The Isfahan Healthy Heart Programme (IHHP) – a long-term, community-based intervention programme for health promotion through the reduction of CVD risk factors and hence CVD-induced morbidity and mortality – was conducted in two intervention cities (Isfahan and Najaf-Abad) and one reference city (Arak)(Reference Sarraf-Zadegan, Sadri and Malek Afzali7) in Iran. One of the main objectives of the IHHP was to improve health behaviours, such as dietary behaviour, of the general population, and so dietary patterns were assessed annually in both the intervention and the reference areas(Reference Sarraf-Zadegan, Sadri and Malek Afzali7) to assess achievement of this aim.

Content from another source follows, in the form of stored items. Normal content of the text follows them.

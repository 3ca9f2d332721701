/** How the files are written, for whoever reads them with a program or opens them in a spreadsheet. */
export function Writing() {
  return (
    <section id="written" aria-labelledby="written-title" className="mt-12 scroll-mt-4">
      <h2 id="written-title">How the files are written</h2>
      <ul className="mt-4 grid max-w-[68ch] list-disc gap-3 pl-5">
        <li>
          The bytes of a released edition never change. A figure that was wrong is put right in a later edition; see its
          changes there. Each file is known by its SHA-256, which is also its ETag.
        </li>
        <li>
          CSV follows RFC 4180: UTF-8 without a byte order mark, a header line, commas, every line ended by CR LF. A
          number has a point, no grouping, a plain hyphen as its minus, and the fewest digits that read back as the same
          double; an exponent is written as 1e-7. Times are UTC.
        </li>
        <li>
          An empty cell says something, and never zero or no. The dictionary tells what for every column; in JSON it is{' '}
          <code>null</code>.
        </li>
        <li>
          A text that a spreadsheet would take for a formula, since it begins with = + - @ or a tab or line end, has one
          apostrophe put before it in the CSV; so has one that begins with apostrophes and then one of these. Take the
          first apostrophe off such a text to have it back. Numbers are never touched, negative ones included, and the
          JSON has every text as it is.
        </li>
        <li>
          The files hold the rows the edition rests on and no others: the sets its figures were worked out from with
          every reading in them, those left out included, and the sessions and controls counted up to its release. What
          may still be put right beside the figures, such as how a unit was obtained or who stated a specification, is
          on the page of the device.
        </li>
      </ul>
    </section>
  )
}
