import { JsonLd } from '@/components/json-ld'
import { type Citations, datasetCitations } from '@/lib/dataset/citation-files'
import type { Dataset } from '@/lib/dataset/files'
import type { Edition } from '@/lib/method/types'
import { siteUrl } from '@/lib/server/site-url'
import { datasetJsonLd } from '@/lib/structured/dataset'
import { Cite } from './cite'
import { Descriptions, FilesTable } from './files-table'

/** The data set of one edition: its files, what describes them, how to cite it. */
export function EditionData({ edition, dataset }: { edition: Edition; dataset: Dataset }) {
  const url = siteUrl(`/data/${edition.number}`)
  const citations: Citations = datasetCitations(edition, url)
  const files = [...dataset.files.values()].map(({ bytes, ...file }) => ({ ...file, bytes: bytes.length }))
  return (
    <>
      <JsonLd data={datasetJsonLd({ ...dataset, edition, folder: `${url}/`, url, files })} />
      <section id="files" aria-labelledby="files-title" className="mt-10 scroll-mt-4">
        <h2 id="files-title">Files of edition {edition.number}</h2>
        <FilesTable edition={edition.number} dataset={dataset} />
        <Descriptions edition={edition.number} dataset={dataset} />
      </section>
      <section id="cite" aria-labelledby="cite-title" className="mt-12 scroll-mt-4">
        <h2 id="cite-title">Licence and citation</h2>
        <Cite edition={edition.number} citations={citations} />
      </section>
    </>
  )
}
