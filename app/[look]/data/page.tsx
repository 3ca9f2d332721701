import type { Metadata } from 'next'
import Link from 'next/link'
import { Notice } from '@/components/ui/notice'
import { listEditions } from '@/db/queries/editions'
import { formatDay } from '@/lib/format/date'
import { datasetOf } from '@/lib/server/dataset'
import { read } from '@/lib/server/db'
import { editionByNumber } from '@/lib/server/editions'
import { Dictionary } from './dictionary'
import { EditionData } from './edition-data'
import { Writing } from './writing'

export const dynamic = 'force-static'
export const revalidate = 60

export const metadata: Metadata = {
  title: 'Data',
  description:
    'Every reading, set, control and figure of each edition as CSV and JSON, with units, doubts, a dictionary of columns, checksums and a licence to use them.',
  alternates: { canonical: '/data' },
}

export default async function DataPage() {
  const editions = await read(listEditions)
  const newest = editions[0]
  const [edition, dataset] = newest
    ? await Promise.all([editionByNumber(newest.number), datasetOf(newest.number)])
    : [null, null]
  return (
    <main className="measure py-12 [&_code]:font-text [&_pre]:font-text">
      <h1>The data</h1>
      <p className="mt-4 max-w-[60ch] text-lead text-soft">
        Everything a published figure rests on, to check, to use and to cite: the readings as the instrument gave them,
        the controls of the day, and what we worked out of them, each edition by itself.
      </p>
      <p className="mt-4 flex flex-wrap gap-x-6 gap-y-1">
        <Link prefetch={false} href="/data/api" className="inline-flex min-h-11 items-center">
          The API, with examples
        </Link>
        <Link prefetch={false} href="/method" className="inline-flex min-h-11 items-center">
          How the figures are worked out
        </Link>
      </p>
      {edition && dataset ? (
        <EditionData edition={edition} dataset={dataset} />
      ) : (
        <Notice className="mt-8 max-w-[60ch]">
          No edition has been released yet, so there is nothing to load. The columns its files will have are below.
        </Notice>
      )}
      {editions.length > 1 && (
        <section aria-labelledby="earlier-title" className="mt-12">
          <h2 id="earlier-title">Earlier editions</h2>
          <p className="mt-2 max-w-[68ch] text-soft">They stay as they were released, figures found wrong included.</p>
          <ul className="mt-3">
            {editions.slice(1).map(({ number, publishedAt }) => (
              <li key={number}>
                <Link
                  prefetch={false}
                  href={`/data/${number}`}
                  className="inline-flex min-h-11 items-center md:min-h-8"
                >
                  Data of edition {number}, released {formatDay(publishedAt)}
                </Link>
              </li>
            ))}
          </ul>
        </section>
      )}
      <Writing />
      <section id="dictionary" aria-labelledby="dictionary-title" className="mt-12 scroll-mt-4">
        <h2 id="dictionary-title">Data dictionary</h2>
        <Dictionary />
      </section>
    </main>
  )
}
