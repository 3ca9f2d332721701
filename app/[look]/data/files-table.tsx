import { type Column, Table } from '@/components/ui/table'
import { CSVW, csvName, DATA_PACKAGE, type Dataset, type DatasetFile, jsonName } from '@/lib/dataset/files'
import { type Table as Described, TABLES } from '@/lib/dataset/tables'
import { formatDay } from '@/lib/format/date'
import { formatNumber } from '@/lib/format/number'

/** Loads one file. The name says what it is, the size what it costs. */
function Load({ edition, file }: { edition: number; file: DatasetFile | undefined }) {
  if (!file) return null
  return (
    <a href={`/data/${edition}/${file.name}`} download className="inline-flex min-h-11 items-center md:min-h-6">
      {file.name}, {size(file.bytes.length)}
    </a>
  )
}

/** The tables of an edition, each as CSV and as JSON. */
export function FilesTable({ edition, dataset }: { edition: number; dataset: Dataset }) {
  const { files, rows } = dataset
  const columns: Column<Described>[] = [
    {
      key: 'title',
      head: 'Table',
      label: 'Table',
      heading: true,
      cell: ({ name, title }) => (
        <a href={`/data#table-${name}`} className="inline-flex min-h-11 items-center md:min-h-6">
          {title}
        </a>
      ),
    },
    { key: 'rows', head: 'Rows', label: 'Rows', numeric: true, cell: ({ name }) => formatNumber(rows[name] ?? 0) },
    {
      key: 'csv',
      head: 'CSV',
      label: 'CSV',
      numeric: true,
      cell: (table) => <Load edition={edition} file={files.get(csvName(table))} />,
    },
    {
      key: 'json',
      head: 'JSON',
      label: 'JSON',
      numeric: true,
      cell: (table) => <Load edition={edition} file={files.get(jsonName(table))} />,
    },
  ]
  return (
    <Table
      className="mt-2 [&_td]:items-center"
      caption={`Each table as CSV and as JSON; measured from ${formatDay(dataset.measuredFrom)} to ${formatDay(dataset.measuredTo)}`}
      columns={columns}
      rows={TABLES}
      rowKey={({ name }) => name}
    />
  )
}

/** What describes the tables, for programs: both standards, and the checksums. */
export function Descriptions({ edition, dataset: { files } }: { edition: number; dataset: Dataset }) {
  const described = [
    [DATA_PACKAGE, 'Data Package 2.0: every file and column, types, units, keys.'],
    [CSVW, 'CSV on the Web: the same for tools of the W3C’s standard.'],
    ['SHA256SUMS.txt', 'Checksums of every file above, as sha256sum --check reads them.'],
  ] as const
  return (
    <ul className="mt-4 grid gap-2">
      {described.map(([name, what]) => (
        <li key={name}>
          <a href={`/data/${edition}/${name}`} download className="inline-flex min-h-11 items-center md:min-h-6">
            {name}
          </a>{' '}
          <span className="text-soft">
            {what} {size(files.get(name)?.bytes.length ?? 0)}.
          </span>
        </li>
      ))}
    </ul>
  )
}

/** How long a file is, in bytes or kilobytes of a thousand. */
function size(bytes: number): string {
  return bytes < 1000 ? `${formatNumber(bytes)} B` : `${formatNumber(bytes / 1000, bytes < 10_000 ? 1 : 0)} kB`
}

In recent years, major works on dietary assessment have measured diet quality from diverse perspectives and in a comprehensive method. Many studies suggest that measuring diet complexity is the preferred choice to use of a single nutrient from foods to measure diet quality(Reference Kant8, Reference Gerber9). Overall diet scores have been associated with diet-related plasma biomarkers(Reference Hann, Rock, King and Drewnowski10) and are more strongly associated with risk of disease than are single nutrients(Reference Kant, Schatzkin and Ziegler11).
Several such overall diet scores have been developed, including the Diet Quality Index(Reference Patterson, Haines and Popkin12), the Healthy Eating Index(Reference Hann, Rock, King and Drewnowski10) and the Global Dietary Index(Reference Huot, Paradis and Ledoux13). The present paper reports the results of the impact evaluation of the IHHP interventions on adults’ dietary behaviours after four years of the programme. Also, we test the hypothesis that change in dietary behaviour will vary based on settlement (rural and urban) and gender.
Methods and materials
Brief description of the programme
The IHHP long-term objectives are to decrease the incidence, disability and mortality of NCD. The short-term objectives are to improve knowledge, attitude and practice in the general population and health professionals about the causes and outcomes of NCD, improving their skills to control risk factors. The IHHP objectives are described in more detail elsewhere(Reference Sarraf-Zadegan, Sadri and Malek Afzali7).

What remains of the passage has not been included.